= Prompt =
A single number is the answer here: how many lines below include "manager"?
--------------------------------
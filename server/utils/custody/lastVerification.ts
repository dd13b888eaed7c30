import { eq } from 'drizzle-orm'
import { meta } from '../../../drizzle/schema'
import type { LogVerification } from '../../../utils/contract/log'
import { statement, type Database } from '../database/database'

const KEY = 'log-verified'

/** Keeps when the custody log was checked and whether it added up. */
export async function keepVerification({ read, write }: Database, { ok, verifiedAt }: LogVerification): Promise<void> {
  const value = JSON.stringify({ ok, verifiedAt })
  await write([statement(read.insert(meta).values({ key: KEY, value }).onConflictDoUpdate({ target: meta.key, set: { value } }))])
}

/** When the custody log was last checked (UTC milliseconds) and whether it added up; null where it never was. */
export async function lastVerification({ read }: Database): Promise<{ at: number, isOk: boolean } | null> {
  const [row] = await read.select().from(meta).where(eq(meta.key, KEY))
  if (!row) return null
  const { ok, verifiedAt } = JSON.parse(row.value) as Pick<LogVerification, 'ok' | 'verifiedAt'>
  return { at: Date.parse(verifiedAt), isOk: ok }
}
--------------------------------
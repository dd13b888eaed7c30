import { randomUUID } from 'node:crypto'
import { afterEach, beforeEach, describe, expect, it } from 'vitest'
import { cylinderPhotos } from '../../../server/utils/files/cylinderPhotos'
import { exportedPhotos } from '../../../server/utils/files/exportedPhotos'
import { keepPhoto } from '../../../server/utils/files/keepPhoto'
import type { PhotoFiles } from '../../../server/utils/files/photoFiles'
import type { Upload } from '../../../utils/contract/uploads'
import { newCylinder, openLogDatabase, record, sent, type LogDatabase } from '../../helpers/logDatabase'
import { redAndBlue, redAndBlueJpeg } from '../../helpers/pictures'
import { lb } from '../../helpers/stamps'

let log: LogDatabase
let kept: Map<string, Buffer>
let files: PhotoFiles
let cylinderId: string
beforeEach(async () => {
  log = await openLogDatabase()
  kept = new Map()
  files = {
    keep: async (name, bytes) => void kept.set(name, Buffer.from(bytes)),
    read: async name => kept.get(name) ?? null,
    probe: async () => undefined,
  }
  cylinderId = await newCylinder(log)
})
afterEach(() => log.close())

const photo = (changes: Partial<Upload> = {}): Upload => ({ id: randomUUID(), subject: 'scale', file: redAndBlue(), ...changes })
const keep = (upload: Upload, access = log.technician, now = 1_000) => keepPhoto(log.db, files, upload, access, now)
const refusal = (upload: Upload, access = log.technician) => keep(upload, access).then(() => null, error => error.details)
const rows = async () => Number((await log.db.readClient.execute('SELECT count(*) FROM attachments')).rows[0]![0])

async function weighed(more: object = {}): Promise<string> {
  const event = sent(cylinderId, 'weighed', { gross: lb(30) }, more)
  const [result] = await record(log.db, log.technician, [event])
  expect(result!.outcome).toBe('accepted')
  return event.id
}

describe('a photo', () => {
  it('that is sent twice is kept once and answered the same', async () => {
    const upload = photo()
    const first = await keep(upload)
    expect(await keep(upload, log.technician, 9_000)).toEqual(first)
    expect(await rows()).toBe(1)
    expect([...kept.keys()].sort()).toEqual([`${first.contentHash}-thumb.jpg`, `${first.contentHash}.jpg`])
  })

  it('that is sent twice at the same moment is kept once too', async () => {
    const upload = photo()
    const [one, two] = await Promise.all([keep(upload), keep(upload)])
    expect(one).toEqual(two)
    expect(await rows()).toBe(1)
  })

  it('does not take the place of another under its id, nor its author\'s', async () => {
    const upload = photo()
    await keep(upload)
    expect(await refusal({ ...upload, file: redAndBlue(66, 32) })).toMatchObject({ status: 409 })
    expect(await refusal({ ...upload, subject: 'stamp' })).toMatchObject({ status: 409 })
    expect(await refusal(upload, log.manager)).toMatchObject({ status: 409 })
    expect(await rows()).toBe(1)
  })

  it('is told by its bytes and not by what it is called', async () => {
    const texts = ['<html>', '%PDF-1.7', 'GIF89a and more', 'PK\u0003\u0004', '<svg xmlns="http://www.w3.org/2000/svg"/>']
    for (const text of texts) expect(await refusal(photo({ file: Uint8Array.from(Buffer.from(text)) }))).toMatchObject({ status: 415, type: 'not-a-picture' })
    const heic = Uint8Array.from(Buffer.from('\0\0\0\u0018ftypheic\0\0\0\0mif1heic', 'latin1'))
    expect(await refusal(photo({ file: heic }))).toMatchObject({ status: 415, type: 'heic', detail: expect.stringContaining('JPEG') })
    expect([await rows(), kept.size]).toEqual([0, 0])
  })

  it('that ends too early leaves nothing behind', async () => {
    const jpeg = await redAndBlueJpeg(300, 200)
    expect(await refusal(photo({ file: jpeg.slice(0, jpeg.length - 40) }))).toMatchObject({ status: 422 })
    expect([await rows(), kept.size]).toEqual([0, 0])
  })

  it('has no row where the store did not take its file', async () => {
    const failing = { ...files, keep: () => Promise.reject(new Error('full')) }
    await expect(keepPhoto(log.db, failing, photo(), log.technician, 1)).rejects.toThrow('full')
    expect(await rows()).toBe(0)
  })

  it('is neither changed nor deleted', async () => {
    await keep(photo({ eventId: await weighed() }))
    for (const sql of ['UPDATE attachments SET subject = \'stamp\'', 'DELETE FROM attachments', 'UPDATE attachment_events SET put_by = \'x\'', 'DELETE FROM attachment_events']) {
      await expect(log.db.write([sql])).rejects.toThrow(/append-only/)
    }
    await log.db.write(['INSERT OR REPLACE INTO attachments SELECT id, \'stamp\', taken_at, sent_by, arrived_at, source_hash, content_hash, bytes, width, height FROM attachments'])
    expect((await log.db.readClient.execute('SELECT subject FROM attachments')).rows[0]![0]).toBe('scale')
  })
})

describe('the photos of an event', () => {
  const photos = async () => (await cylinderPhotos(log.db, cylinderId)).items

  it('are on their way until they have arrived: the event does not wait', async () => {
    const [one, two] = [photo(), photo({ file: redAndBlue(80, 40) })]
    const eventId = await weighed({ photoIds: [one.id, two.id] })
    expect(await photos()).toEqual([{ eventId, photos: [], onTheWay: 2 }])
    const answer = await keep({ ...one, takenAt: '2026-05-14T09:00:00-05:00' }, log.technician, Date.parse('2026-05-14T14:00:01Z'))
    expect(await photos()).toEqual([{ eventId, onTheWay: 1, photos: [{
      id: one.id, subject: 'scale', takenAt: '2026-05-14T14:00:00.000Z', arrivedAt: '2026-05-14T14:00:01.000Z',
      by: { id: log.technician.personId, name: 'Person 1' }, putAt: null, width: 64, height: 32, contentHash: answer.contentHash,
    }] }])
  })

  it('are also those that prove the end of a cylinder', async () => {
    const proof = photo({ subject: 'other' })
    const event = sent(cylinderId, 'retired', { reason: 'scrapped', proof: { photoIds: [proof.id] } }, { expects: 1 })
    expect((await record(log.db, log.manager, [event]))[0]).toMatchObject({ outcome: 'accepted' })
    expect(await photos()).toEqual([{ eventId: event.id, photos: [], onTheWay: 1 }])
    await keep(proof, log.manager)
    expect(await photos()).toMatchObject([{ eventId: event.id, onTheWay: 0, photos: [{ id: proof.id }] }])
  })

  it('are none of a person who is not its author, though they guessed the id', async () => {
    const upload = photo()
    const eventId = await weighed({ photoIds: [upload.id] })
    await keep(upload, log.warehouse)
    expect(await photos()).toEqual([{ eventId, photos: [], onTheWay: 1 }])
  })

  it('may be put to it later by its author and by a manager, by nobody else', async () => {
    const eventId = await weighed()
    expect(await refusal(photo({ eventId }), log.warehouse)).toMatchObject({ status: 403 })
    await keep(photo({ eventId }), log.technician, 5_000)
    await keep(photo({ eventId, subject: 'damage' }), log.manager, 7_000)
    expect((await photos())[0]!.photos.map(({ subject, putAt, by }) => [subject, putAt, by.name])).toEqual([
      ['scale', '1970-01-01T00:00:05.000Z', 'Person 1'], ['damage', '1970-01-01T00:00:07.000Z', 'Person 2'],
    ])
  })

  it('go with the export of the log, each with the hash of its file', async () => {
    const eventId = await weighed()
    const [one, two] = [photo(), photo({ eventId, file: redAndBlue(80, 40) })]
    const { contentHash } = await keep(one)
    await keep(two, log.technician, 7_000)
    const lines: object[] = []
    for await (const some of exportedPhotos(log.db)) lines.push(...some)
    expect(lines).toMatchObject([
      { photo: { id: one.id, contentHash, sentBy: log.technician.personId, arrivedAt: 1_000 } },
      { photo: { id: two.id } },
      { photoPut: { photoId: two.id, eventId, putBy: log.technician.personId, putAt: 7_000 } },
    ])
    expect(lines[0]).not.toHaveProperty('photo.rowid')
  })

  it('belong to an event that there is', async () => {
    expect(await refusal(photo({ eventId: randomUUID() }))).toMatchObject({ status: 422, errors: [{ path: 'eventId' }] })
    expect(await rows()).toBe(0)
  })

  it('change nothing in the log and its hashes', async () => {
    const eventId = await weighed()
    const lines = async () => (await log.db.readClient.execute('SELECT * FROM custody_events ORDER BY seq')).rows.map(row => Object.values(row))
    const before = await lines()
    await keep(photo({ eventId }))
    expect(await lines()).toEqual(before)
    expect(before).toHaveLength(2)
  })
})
--------------------------------
= Finished exercise =
5